## [Supplied records]
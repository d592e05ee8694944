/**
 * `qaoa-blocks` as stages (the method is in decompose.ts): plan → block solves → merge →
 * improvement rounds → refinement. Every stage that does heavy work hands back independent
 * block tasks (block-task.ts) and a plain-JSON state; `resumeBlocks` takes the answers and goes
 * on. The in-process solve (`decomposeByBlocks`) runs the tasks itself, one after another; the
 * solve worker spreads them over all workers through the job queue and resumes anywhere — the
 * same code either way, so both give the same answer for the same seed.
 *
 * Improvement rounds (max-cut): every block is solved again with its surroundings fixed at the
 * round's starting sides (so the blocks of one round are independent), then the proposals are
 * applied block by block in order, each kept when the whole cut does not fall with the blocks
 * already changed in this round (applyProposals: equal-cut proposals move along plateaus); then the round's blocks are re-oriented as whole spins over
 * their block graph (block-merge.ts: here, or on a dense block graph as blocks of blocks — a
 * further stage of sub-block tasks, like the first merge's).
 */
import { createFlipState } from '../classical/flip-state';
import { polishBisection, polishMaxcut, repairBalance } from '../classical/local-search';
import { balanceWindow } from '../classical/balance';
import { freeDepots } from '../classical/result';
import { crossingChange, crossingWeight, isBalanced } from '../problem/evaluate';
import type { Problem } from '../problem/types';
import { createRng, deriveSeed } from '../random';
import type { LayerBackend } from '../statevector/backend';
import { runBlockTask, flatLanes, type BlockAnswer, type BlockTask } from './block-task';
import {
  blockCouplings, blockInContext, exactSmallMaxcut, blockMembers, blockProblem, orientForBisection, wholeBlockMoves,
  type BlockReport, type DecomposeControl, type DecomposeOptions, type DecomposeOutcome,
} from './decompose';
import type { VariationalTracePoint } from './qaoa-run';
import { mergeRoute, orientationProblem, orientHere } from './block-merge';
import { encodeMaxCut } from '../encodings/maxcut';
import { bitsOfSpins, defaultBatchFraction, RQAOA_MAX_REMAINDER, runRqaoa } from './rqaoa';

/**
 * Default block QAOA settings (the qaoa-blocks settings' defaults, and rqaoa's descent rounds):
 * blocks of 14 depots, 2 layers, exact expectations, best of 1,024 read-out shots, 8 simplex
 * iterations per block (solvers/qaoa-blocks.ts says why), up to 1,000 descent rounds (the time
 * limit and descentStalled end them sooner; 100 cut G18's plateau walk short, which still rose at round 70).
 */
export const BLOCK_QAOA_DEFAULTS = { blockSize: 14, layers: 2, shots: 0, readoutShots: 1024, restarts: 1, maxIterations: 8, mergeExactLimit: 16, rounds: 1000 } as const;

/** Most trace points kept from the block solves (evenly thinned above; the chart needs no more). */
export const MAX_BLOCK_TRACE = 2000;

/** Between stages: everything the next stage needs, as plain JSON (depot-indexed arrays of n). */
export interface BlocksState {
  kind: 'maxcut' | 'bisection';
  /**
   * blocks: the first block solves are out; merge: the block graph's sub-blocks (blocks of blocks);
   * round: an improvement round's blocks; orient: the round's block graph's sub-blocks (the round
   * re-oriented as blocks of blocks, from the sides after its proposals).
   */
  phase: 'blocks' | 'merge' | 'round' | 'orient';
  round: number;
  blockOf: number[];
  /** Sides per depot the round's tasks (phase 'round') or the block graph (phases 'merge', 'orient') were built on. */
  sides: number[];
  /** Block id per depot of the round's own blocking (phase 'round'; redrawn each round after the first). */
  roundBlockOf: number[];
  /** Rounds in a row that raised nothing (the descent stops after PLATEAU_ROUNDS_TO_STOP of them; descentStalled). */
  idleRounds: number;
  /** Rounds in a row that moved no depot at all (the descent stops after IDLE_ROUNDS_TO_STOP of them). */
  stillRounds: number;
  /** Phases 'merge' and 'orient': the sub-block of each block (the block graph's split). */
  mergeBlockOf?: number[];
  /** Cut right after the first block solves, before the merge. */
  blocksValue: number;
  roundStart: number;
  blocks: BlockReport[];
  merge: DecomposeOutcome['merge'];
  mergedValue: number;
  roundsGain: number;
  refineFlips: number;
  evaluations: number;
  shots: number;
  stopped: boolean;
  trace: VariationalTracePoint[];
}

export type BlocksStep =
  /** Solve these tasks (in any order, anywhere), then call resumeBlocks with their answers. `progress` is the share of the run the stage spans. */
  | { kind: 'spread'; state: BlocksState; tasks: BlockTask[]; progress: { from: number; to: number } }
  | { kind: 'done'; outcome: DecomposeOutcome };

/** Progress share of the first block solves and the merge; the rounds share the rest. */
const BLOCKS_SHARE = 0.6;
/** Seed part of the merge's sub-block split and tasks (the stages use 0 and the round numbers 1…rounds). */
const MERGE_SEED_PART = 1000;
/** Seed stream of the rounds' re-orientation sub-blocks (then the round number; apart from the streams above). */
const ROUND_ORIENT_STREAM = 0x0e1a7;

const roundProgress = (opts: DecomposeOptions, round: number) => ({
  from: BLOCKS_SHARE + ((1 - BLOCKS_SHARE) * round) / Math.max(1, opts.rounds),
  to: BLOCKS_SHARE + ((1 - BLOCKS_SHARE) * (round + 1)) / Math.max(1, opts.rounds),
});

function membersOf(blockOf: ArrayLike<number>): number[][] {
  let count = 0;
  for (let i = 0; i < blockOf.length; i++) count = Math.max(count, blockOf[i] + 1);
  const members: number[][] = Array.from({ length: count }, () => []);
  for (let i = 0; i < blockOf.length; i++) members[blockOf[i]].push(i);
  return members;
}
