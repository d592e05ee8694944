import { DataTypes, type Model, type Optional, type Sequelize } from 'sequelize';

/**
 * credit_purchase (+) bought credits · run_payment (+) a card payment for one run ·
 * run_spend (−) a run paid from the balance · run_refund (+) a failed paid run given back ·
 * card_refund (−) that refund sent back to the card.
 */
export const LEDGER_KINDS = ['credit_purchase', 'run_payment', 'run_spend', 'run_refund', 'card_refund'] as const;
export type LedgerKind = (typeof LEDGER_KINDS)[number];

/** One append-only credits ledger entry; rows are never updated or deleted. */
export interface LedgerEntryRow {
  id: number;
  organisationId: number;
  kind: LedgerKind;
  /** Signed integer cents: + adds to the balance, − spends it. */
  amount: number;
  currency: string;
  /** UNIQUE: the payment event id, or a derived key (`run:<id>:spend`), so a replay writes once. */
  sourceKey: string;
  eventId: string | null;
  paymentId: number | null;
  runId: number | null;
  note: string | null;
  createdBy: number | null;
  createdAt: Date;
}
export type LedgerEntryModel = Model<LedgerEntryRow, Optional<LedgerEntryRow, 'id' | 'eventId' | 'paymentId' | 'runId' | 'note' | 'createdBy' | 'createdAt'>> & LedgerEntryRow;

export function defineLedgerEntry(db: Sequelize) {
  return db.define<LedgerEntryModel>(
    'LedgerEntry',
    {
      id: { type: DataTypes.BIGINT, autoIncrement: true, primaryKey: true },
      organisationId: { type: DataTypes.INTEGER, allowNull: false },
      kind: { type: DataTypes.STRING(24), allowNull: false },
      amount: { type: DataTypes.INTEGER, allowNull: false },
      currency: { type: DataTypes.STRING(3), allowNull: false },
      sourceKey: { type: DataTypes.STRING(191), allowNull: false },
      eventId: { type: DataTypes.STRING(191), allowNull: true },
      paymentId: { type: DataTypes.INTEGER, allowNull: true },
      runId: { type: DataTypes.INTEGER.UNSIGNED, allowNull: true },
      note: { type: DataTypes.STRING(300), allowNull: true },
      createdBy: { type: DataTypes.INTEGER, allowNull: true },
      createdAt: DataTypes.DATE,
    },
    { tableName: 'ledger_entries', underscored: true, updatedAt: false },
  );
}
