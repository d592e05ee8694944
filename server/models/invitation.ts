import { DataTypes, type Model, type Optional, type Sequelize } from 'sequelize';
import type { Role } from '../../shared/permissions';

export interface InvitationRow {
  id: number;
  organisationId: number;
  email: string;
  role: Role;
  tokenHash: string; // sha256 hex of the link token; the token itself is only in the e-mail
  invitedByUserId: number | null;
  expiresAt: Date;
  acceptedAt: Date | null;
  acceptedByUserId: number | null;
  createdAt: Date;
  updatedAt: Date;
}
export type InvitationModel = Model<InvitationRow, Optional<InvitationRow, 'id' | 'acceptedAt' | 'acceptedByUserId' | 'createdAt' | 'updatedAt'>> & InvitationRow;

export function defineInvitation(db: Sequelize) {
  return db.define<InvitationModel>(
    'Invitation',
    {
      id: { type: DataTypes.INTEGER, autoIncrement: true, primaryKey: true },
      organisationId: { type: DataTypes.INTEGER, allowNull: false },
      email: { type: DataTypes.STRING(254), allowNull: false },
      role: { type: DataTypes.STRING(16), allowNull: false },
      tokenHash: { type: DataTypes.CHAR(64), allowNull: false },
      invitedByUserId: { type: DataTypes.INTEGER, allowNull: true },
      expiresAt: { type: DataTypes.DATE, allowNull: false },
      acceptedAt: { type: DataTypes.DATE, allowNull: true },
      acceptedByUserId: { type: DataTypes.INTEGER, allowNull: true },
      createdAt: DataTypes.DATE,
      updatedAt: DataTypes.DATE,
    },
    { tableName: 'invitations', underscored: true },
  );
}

## [Required work]
Collect from the data above every line that includes "updatedAt".

## [Response]
    { tableName: 'ledger_entries', underscored: true, updatedAt: false },
  updatedAt: Date;
export type InvitationModel = Model<InvitationRow, Optional<InvitationRow, 'id' | 'acceptedAt' | 'acceptedByUserId' | 'createdAt' | 'updatedAt'>> & InvitationRow;
      updatedAt: DataTypes.DATE,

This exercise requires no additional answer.